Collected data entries
# # #

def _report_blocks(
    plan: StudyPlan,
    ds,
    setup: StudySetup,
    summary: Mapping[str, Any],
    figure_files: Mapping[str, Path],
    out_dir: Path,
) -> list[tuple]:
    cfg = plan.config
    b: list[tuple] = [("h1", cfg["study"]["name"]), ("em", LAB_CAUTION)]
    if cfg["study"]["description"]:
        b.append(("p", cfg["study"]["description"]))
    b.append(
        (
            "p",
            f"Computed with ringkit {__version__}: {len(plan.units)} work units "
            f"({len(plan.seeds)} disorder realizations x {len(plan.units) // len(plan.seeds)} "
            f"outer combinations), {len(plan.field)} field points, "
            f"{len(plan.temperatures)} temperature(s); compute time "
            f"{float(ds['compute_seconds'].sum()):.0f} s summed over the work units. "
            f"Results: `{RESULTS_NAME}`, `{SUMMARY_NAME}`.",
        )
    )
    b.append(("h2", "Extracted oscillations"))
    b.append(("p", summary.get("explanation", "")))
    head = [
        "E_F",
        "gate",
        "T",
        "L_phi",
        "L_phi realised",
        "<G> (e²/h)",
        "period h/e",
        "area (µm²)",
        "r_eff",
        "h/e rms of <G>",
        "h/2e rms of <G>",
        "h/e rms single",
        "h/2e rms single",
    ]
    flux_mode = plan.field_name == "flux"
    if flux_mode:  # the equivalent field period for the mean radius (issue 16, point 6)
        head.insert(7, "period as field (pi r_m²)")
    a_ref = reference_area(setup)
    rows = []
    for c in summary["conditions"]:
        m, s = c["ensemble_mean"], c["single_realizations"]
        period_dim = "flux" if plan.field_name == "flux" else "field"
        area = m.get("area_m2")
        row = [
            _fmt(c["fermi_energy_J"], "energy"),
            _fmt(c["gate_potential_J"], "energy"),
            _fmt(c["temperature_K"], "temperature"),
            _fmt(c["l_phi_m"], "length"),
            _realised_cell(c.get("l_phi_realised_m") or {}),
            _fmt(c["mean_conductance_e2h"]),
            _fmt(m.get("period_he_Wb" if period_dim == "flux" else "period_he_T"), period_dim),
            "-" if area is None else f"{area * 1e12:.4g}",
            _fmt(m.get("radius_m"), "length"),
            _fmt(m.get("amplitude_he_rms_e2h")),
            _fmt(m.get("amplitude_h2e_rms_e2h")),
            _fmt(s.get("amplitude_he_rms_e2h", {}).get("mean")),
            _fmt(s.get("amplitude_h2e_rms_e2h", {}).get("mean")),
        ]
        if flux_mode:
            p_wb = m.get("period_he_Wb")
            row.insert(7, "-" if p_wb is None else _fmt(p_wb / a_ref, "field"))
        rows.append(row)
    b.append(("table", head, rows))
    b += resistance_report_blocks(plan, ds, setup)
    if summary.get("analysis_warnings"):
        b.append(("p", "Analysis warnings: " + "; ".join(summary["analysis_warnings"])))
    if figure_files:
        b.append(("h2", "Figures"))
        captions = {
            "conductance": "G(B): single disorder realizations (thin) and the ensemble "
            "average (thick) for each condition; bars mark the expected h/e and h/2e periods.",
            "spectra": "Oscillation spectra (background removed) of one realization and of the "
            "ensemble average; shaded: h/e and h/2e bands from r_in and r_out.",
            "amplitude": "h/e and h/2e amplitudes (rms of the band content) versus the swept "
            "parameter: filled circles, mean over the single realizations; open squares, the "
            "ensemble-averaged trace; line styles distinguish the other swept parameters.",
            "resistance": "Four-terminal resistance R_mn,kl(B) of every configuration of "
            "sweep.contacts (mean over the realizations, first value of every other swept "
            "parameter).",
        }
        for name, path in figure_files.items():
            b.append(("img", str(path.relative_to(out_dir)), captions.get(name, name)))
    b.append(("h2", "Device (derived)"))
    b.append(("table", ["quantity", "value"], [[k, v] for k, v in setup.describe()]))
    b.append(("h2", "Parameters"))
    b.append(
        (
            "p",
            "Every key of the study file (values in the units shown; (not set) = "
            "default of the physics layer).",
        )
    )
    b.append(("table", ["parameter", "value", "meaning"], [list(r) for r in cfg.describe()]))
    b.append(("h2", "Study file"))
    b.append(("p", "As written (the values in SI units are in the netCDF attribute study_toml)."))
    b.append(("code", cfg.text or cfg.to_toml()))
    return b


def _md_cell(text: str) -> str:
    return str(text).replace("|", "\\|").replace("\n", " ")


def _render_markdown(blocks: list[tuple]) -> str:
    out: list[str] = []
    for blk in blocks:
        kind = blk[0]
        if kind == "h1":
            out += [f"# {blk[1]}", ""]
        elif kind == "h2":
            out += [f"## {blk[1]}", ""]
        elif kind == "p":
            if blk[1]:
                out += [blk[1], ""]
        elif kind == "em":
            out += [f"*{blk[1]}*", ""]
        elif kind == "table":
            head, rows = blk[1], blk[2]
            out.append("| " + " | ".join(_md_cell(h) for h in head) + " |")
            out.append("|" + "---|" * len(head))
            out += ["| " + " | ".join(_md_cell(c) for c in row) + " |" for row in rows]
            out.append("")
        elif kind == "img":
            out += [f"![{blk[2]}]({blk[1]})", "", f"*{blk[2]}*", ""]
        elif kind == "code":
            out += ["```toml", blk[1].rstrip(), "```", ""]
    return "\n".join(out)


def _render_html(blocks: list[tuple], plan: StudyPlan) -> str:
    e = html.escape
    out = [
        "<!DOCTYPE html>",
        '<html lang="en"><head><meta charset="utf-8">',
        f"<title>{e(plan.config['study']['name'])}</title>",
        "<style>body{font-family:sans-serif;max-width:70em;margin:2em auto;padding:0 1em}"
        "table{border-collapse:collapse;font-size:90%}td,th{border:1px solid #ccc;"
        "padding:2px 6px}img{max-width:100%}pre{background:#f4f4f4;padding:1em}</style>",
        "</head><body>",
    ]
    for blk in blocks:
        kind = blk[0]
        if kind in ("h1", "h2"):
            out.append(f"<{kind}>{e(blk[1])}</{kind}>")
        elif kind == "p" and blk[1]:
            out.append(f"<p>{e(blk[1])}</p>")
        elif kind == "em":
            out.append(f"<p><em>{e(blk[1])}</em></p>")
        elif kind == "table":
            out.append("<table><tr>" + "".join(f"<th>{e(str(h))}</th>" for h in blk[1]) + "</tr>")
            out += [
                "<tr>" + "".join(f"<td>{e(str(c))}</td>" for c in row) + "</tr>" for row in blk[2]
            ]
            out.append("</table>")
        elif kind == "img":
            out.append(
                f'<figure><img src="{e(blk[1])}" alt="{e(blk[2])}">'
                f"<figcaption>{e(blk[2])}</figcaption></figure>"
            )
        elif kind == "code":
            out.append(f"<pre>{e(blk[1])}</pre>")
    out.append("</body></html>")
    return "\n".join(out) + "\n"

# # #

» WORK TASK
Reproduce each line above without any alteration.

» THE COMPLETED TASK
def _report_blocks(
    plan: StudyPlan,
    ds,
    setup: StudySetup,
    summary: Mapping[str, Any],
    figure_files: Mapping[str, Path],
    out_dir: Path,
) -> list[tuple]:
    cfg = plan.config
    b: list[tuple] = [("h1", cfg["study"]["name"]), ("em", LAB_CAUTION)]
    if cfg["study"]["description"]:
        b.append(("p", cfg["study"]["description"]))
    b.append(
        (
            "p",
            f"Computed with ringkit {__version__}: {len(plan.units)} work units "
            f"({len(plan.seeds)} disorder realizations x {len(plan.units) // len(plan.seeds)} "
            f"outer combinations), {len(plan.field)} field points, "
            f"{len(plan.temperatures)} temperature(s); compute time "
            f"{float(ds['compute_seconds'].sum()):.0f} s summed over the work units. "
            f"Results: `{RESULTS_NAME}`, `{SUMMARY_NAME}`.",
        )
    )
    b.append(("h2", "Extracted oscillations"))
    b.append(("p", summary.get("explanation", "")))
    head = [
        "E_F",
        "gate",
        "T",
        "L_phi",
        "L_phi realised",
        "<G> (e²/h)",
        "period h/e",
        "area (µm²)",
        "r_eff",
        "h/e rms of <G>",
        "h/2e rms of <G>",
        "h/e rms single",
        "h/2e rms single",
    ]
    flux_mode = plan.field_name == "flux"
    if flux_mode:  # the equivalent field period for the mean radius (issue 16, point 6)
        head.insert(7, "period as field (pi r_m²)")
    a_ref = reference_area(setup)
    rows = []
    for c in summary["conditions"]:
        m, s = c["ensemble_mean"], c["single_realizations"]
        period_dim = "flux" if plan.field_name == "flux" else "field"
        area = m.get("area_m2")
        row = [
            _fmt(c["fermi_energy_J"], "energy"),
            _fmt(c["gate_potential_J"], "energy"),
            _fmt(c["temperature_K"], "temperature"),
            _fmt(c["l_phi_m"], "length"),
            _realised_cell(c.get("l_phi_realised_m") or {}),
            _fmt(c["mean_conductance_e2h"]),
            _fmt(m.get("period_he_Wb" if period_dim == "flux" else "period_he_T"), period_dim),
            "-" if area is None else f"{area * 1e12:.4g}",
            _fmt(m.get("radius_m"), "length"),
            _fmt(m.get("amplitude_he_rms_e2h")),
            _fmt(m.get("amplitude_h2e_rms_e2h")),
            _fmt(s.get("amplitude_he_rms_e2h", {}).get("mean")),
            _fmt(s.get("amplitude_h2e_rms_e2h", {}).get("mean")),
        ]
        if flux_mode:
            p_wb = m.get("period_he_Wb")
            row.insert(7, "-" if p_wb is None else _fmt(p_wb / a_ref, "field"))
        rows.append(row)
    b.append(("table", head, rows))
    b += resistance_report_blocks(plan, ds, setup)
    if summary.get("analysis_warnings"):
        b.append(("p", "Analysis warnings: " + "; ".join(summary["analysis_warnings"])))
    if figure_files:
        b.append(("h2", "Figures"))
        captions = {
            "conductance": "G(B): single disorder realizations (thin) and the ensemble "
            "average (thick) for each condition; bars mark the expected h/e and h/2e periods.",
            "spectra": "Oscillation spectra (background removed) of one realization and of the "
            "ensemble average; shaded: h/e and h/2e bands from r_in and r_out.",
            "amplitude": "h/e and h/2e amplitudes (rms of the band content) versus the swept "
            "parameter: filled circles, mean over the single realizations; open squares, the "
            "ensemble-averaged trace; line styles distinguish the other swept parameters.",
            "resistance": "Four-terminal resistance R_mn,kl(B) of every configuration of "
            "sweep.contacts (mean over the realizations, first value of every other swept "
            "parameter).",
        }
        for name, path in figure_files.items():
            b.append(("img", str(path.relative_to(out_dir)), captions.get(name, name)))
    b.append(("h2", "Device (derived)"))
    b.append(("table", ["quantity", "value"], [[k, v] for k, v in setup.describe()]))
    b.append(("h2", "Parameters"))
    b.append(
        (
            "p",
            "Every key of the study file (values in the units shown; (not set) = "
            "default of the physics layer).",
        )
    )
    b.append(("table", ["parameter", "value", "meaning"], [list(r) for r in cfg.describe()]))
    b.append(("h2", "Study file"))
    b.append(("p", "As written (the values in SI units are in the netCDF attribute study_toml)."))
    b.append(("code", cfg.text or cfg.to_toml()))
    return b


def _md_cell(text: str) -> str:
    return str(text).replace("|", "\\|").replace("\n", " ")


def _render_markdown(blocks: list[tuple]) -> str:
    out: list[str] = []
    for blk in blocks:
        kind = blk[0]
        if kind == "h1":
            out += [f"# {blk[1]}", ""]
        elif kind == "h2":
            out += [f"## {blk[1]}", ""]
        elif kind == "p":
            if blk[1]:
                out += [blk[1], ""]
        elif kind == "em":
            out += [f"*{blk[1]}*", ""]
        elif kind == "table":
            head, rows = blk[1], blk[2]
            out.append("| " + " | ".join(_md_cell(h) for h in head) + " |")
            out.append("|" + "---|" * len(head))
            out += ["| " + " | ".join(_md_cell(c) for c in row) + " |" for row in rows]
            out.append("")
        elif kind == "img":
            out += [f"![{blk[2]}]({blk[1]})", "", f"*{blk[2]}*", ""]
        elif kind == "code":
            out += ["```toml", blk[1].rstrip(), "```", ""]
    return "\n".join(out)


def _render_html(blocks: list[tuple], plan: StudyPlan) -> str:
    e = html.escape
    out = [
        "<!DOCTYPE html>",
        '<html lang="en"><head><meta charset="utf-8">',
        f"<title>{e(plan.config['study']['name'])}</title>",
        "<style>body{font-family:sans-serif;max-width:70em;margin:2em auto;padding:0 1em}"
        "table{border-collapse:collapse;font-size:90%}td,th{border:1px solid #ccc;"
        "padding:2px 6px}img{max-width:100%}pre{background:#f4f4f4;padding:1em}</style>",
        "</head><body>",
    ]
    for blk in blocks:
        kind = blk[0]
        if kind in ("h1", "h2"):
            out.append(f"<{kind}>{e(blk[1])}</{kind}>")
        elif kind == "p" and blk[1]:
            out.append(f"<p>{e(blk[1])}</p>")
        elif kind == "em":
            out.append(f"<p><em>{e(blk[1])}</em></p>")
        elif kind == "table":
            out.append("<table><tr>" + "".join(f"<th>{e(str(h))}</th>" for h in blk[1]) + "</tr>")
            out += [
                "<tr>" + "".join(f"<td>{e(str(c))}</td>" for c in row) + "</tr>" for row in blk[2]
            ]
            out.append("</table>")
        elif kind == "img":
            out.append(
                f'<figure><img src="{e(blk[1])}" alt="{e(blk[2])}">'
                f"<figcaption>{e(blk[2])}</figcaption></figure>"
            )
        elif kind == "code":
            out.append(f"<pre>{e(blk[1])}</pre>")
    out.append("</body></html>")
    return "\n".join(out) + "\n"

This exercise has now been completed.